Despite how messed up I was, you still seemed to want me.
I tried not to, but we got closer. I had just convinced myself that maybe we could make a go of it, and then?—”
“And then I told you the only way we could be together was if you gave up the meds, which you can’t because you actually do need them.
It was a sign of another failure to keep a promise because you knew you wouldn’t be able to do it.
” She ran a hand down the side of his face.
“Aidan, why didn’t you just tell me? I would have understood. ”
“Maybe, maybe not. But you need to know, I tried to give up the shite, Esme, I really did, but I was all up in my head. My spinal cord was torn in the accident. The discs fused, and the pain is bad. Even surgery isn’t going to fix it. I’ll always be in pain. Always.
“Sometimes it’s okay, but it’s never really gone.
Standing for long periods of time over a patient or the armory table or any sort of extended activity is excruciating.
The meds allow me to function at my work, but when I come down off the adrenaline when the job’s done, I can’t do anything physical without taking them.
I’ve never been off the meds. It’s just that I make sure no one sees me take them because I don’t want the team to blame the drugs if something goes wrong on a project.
Then I get all up in my head about ‘What if something does go wrong?’, causing me to get pissy worrying about it, so everyone assumes I’m detoxing. ”
“It’s why you disappear when you come back to L.A. from a project. You’re fighting through the pain.”
“Pretty much. The beach hut gives me a place to lie low. If I’m at Tribe, I’m accessible.
People can just come find me, and I can’t hide the pain.
At the beach hut, the possibility of someone coming to find me in the early stages of recovering is rare.
No one wants to haul their ass to the beach, so they text three or four times before sending someone out to collect me. ”
“Waters has been covering for you all this time, hasn’t he? He knows where you are and why afterward.”
“Yeah. Fecker knows everything about everyone. Impossible to hide shit from his spidey senses. ”
She nodded. “I don’t like how you did it, but I guess I can understand. I wasn’t exactly listening to what you were saying to me after you rescued me.” She stopped. “Wait.

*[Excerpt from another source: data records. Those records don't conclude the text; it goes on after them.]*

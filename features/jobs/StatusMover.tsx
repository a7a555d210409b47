import { useState } from 'react';
import { Pressable, StyleSheet, View } from 'react-native';
import { Button } from '../ui/Button';
import { Notice } from '../ui/Notice';
import { Text } from '../ui/Text';
import { TextField } from '../ui/TextField';
import { colors, radius, space } from '../ui/theme';
import { errorMessage } from '../ui/useFieldErrors';
import { useChangeJobStatus } from './queries';
import { jobStatuses, jobStatusLabels, type JobStatus } from './schema';

/** Pick the next status from the whole pipeline; a short note goes into the activity log. */
export function StatusMover({ jobId, current }: { jobId: string; current: JobStatus }) {
  const change = useChangeJobStatus(jobId);
  const [target, setTarget] = useState<JobStatus | null>(null);
  const [note, setNote] = useState('');

  const confirm = () => {
    if (!target) return;
    change.mutate({ status: target, ...(note.trim() ? { note: note.trim() } : {}) }, {
      onSuccess: () => {
        setTarget(null);
        setNote('');
      },
    });
  };

  return (
    <View style={styles.box}>
      <Text variant="label">Move this job to</Text>
      <View style={styles.chips} role="radiogroup" aria-label="Move this job to">
        {jobStatuses.map((s) => {
          const isCurrent = s === current;
          const chosen = s === target;
          return (
            <Pressable
              key={s}
              disabled={isCurrent}
              role="radio"
              aria-checked={chosen} aria-disabled={isCurrent}
              onPress={() => setTarget(s)}
              style={[styles.chip, isCurrent && styles.current, chosen && styles.chosen]}
              testID={`status-${s}`}
            >
              <Text variant="label" style={chosen ? styles.chosenText : isCurrent ? styles.currentText : undefined}>
                {jobStatusLabels[s]}
                {isCurrent ? ' (now)' : ''}
              </Text>
            </Pressable>
          );
        })}
      </View>
      {target ? (
        <View style={styles.confirm}>
          <TextField label="Note for the log (optional)" testID="status-note" value={note} onChangeText={setNote} />
          <View style={styles.actions}>
            <Button label="Not now" kind="quiet" onPress={() => setTarget(null)} />
            <Button label={`Move to ${jobStatusLabels[target]}`} busy={change.isPending} onPress={confirm} testID="status-confirm" />
          </View>
        </View>
      ) : null}
      {change.isError ? <Notice>{errorMessage(change.error) ?? ''}</Notice> : null}
    </View>
  );
}

const styles = StyleSheet.create({
  box: { gap: space.sm },
  chips: { flexDirection: 'row', flexWrap: 'wrap', gap: space.sm, paddingVertical: space.xs },
  chip: { borderWidth: 1, borderColor: colors.line, borderRadius: radius.md, paddingHorizontal: space.md, paddingVertical: space.sm, backgroundColor: colors.card },
  current: { backgroundColor: colors.accentSoft, borderColor: colors.accentSoft },
  currentText: { color: colors.accent },
  chosen: { backgroundColor: colors.accent, borderColor: colors.accent },
  chosenText: { color: colors.accentInk },
  confirm: { gap: space.sm },
  actions: { flexDirection: 'row', justifyContent: 'flex-end', gap: space.sm },
});
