import { describe, expect, it } from 'vitest';
import { memberRoles } from '../auth/schema';
import { jobStatuses } from './schema';
import { statusChoices, statusMoveRefusal } from './statusRules';

// The shop's moves written out once more, by hand, as "from>to" (front desk and designers alike).
// Forward one step, back one step where work is redone, cancel before the piece leaves, reopen a cancelled job.
const handMoves = new Set([
  'taken_in>designing', 'taken_in>cancelled',
  'designing>taken_in', 'designing>cancelled',
  'awaiting_approval>designing', 'awaiting_approval>cancelled',
  'approved>designing', 'approved>cutting', 'approved>cancelled',
  'cutting>approved', 'cutting>assembling', 'cutting>cancelled',
  'assembling>cutting', 'assembling>ready', 'assembling>cancelled',
  'ready>assembling', 'ready>shipped', 'ready>collected', 'ready>cancelled',
  'cancelled>taken_in',
]);
// An owner may also approve by hand, with a reason, before the customer has answered a proof.
const ownerOverrides = new Set(['taken_in>approved', 'designing>approved', 'awaiting_approval>approved']);

describe('job status moves', () => {
  it('allows exactly the listed moves for every role, all 300 role-from-to triples', () => {
    for (const role of memberRoles) {
      for (const from of jobStatuses) {
        for (const to of jobStatuses) {
          const key = `${from}>${to}`;
          const allowed = handMoves.has(key) || (role === 'owner' && ownerOverrides.has(key));
          const refusal = statusMoveRefusal(from, to, role, 'Approved in person at the counter');
          expect(refusal === null, `${role}: ${key}`).toBe(allowed);
        }
      }
    }
  });

  it('a shipped job was not cancelled the day before, and a finished job never moves', () => {
    expect(statusMoveRefusal('cancelled', 'shipped', 'owner', undefined)?.kind).toBe('not_allowed');
    expect(statusMoveRefusal('shipped', 'cancelled', 'owner', undefined)?.message).toMatch(/finished job/);
    expect(statusMoveRefusal('collected', 'ready', 'owner', undefined)?.kind).toBe('not_allowed');
  });

  it('approval by hand needs an owner and a reason; waiting for approval comes only from a proof', () => {
    expect(statusMoveRefusal('designing', 'approved', 'designer', 'Looks fine')?.kind).toBe('owner_only');
    expect(statusMoveRefusal('designing', 'approved', 'owner', undefined)?.kind).toBe('reason_needed');
    expect(statusMoveRefusal('designing', 'awaiting_approval', 'owner', undefined)?.message).toMatch(/proof is sent/);
  });

  it('offers on screen exactly the moves the server accepts', () => {
    for (const role of memberRoles) {
      for (const from of jobStatuses) {
        const offered = statusChoices(from, role).map((c) => c.status).sort();
        const accepted = jobStatuses.filter((to) => statusMoveRefusal(from, to, role, 'reason') === null).sort();
        expect(offered, `${role} from ${from}`).toEqual(accepted);
      }
    }
  });
});
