import { index, pgTable, text, timestamp, uuid } from 'drizzle-orm/pg-core';
import { shops } from './shops';

/** Every message the shop sent, as handed to the mail server, for the outbox screen. */
export const mailMessages = pgTable(
  'mail_messages',
  {
    id: uuid('id').primaryKey().defaultRandom(),
    shopId: uuid('shop_id').notNull().references(() => shops.id, { onDelete: 'cascade' }),
    toAddress: text('to_address').notNull(),
    subject: text('subject').notNull(),
    textBody: text('text_body').notNull(),
    htmlBody: text('html_body'),
    /** What the message was for, e.g. invitation or proof. */
    purpose: text('purpose').notNull(),
    /** Message-ID the SMTP server accepted, or null when sending failed. */
    messageId: text('message_id'),
    error: text('error'),
    sentAt: timestamp('sent_at', { withTimezone: true }).notNull().defaultNow(),
  },
  (t) => [index('mail_messages_shop_idx').on(t.shopId, t.sentAt)],
);

export type MailMessage = typeof mailMessages.$inferSelect;
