import { Link, useLocalSearchParams, useRouter } from 'expo-router';
import { View } from 'react-native';
import { CustomerChooser } from '../customers/CustomerChooser';
import { formStyles as styles } from '../customers/NewCustomerScreen';
import { Button } from '../ui/Button';
import { Notice } from '../ui/Notice';
import { Screen } from '../ui/Screen';
import { Text } from '../ui/Text';
import { TextField } from '../ui/TextField';
import { colors, fonts } from '../ui/theme';
import { errorMessage } from '../ui/useFieldErrors';
import { useSchemaForm } from '../ui/useSchemaForm';
import { useCreateJob } from './queries';
import { jobInput } from './schema';

export function NewJobScreen() {
  const router = useRouter();
  const params = useLocalSearchParams<{ customerId?: string }>();
  const create = useCreateJob();
  const { values, set, fields, hasFieldErrors, submit: check } = useSchemaForm(jobInput, {
    title: '',
    customerId: params.customerId ?? '',
    dueDate: '',
    notes: '',
  });
  const submit = () =>
    check((input, onError) =>
      create.mutate(input, { onSuccess: ({ job }) => router.replace({ pathname: '/jobs/[id]', params: { id: job.id } }), onError }),
    );

  return (
    <Screen title="New job">
      <Text variant="title">New job</Text>
      <View style={styles.card}>
        {create.isError && !hasFieldErrors ? <Notice>{errorMessage(create.error) ?? ''}</Notice> : null}
        <TextField
          label="Title"
          testID="job-title"
          placeholder="Home jersey #9 with two patches and a plaque"
          value={values.title}
          onChangeText={set('title')}
          error={fields.title}
        />
        <CustomerChooser value={values.customerId} onChange={set('customerId')} error={fields.customerId} />
        <Link href={{ pathname: '/customers/new', params: { then: 'job' } }} style={{ color: colors.accent, fontFamily: fonts.semibold, fontSize: 15, textDecorationLine: 'underline' }}>
          The customer is new: add them first
        </Link>
        <TextField label="Due date" testID="job-due" placeholder="YYYY-MM-DD" value={values.dueDate} onChangeText={set('dueDate')} error={fields.dueDate} />
        <TextField label="Notes" testID="job-notes" value={values.notes} onChangeText={set('notes')} multiline error={fields.notes} />
        <View style={styles.actions}>
          <Button label="Cancel" kind="quiet" onPress={() => router.back()} />
          <Button label="Open job" onPress={submit} busy={create.isPending} testID="save-job" />
        </View>
      </View>
    </Screen>
  );
}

You said it took a week to find my dad. Why didn’t you come back right away?”
“I just… I needed to get clear. I needed to figure out if I could quit, and I knew I couldn’t do that here. Everyone would hover, and I didn’t want to disappoint people when I failed.”
She bit her lip, afraid to ask but needing to know. She chose a more passive approach to see if he’d open up about what he discovered. “I meant what I said in the hotel room,” she confessed. “I want this. Us. I don’t care.”
“Fireball,” he breathed out.
He kissed her lips softly.
“I’m not worthy of your attention, let alone your love.
” He brushed back wisps of hair that the night breeze was blowing over her face.
“I’m always going to be in pain. The only hope I have of being permanently pain-free is surgery, and of course, there’s no guarantee it will actually work.
I’m not ready for that yet. Not until the Salieri are routed out.
“In the meantime, there’s a procedure I tried—radiofrequency ablation—where the doctor severs the nerve.
It worked for a while, but the nerves grow back, and then the pain returns; however, I’d only be down about a week before I could return to duty.
Probably have to have it done about every six months.
As it wears off, I’ll have to go back on the meds.
Do some more therapy. Then when I can’t stand the pain anymore, I’ll be out six months to a year to have the surgery and recover. That’s assuming it works.”
“As long as you want to do it for you, I think you should do it. I meant what I said, Aidan. I’ll stand by you. I know I said that once before, and then I went back on it. I was hurting. Not a worthy excuse, but it’s true. I did come to my senses, but by then, you were gone.”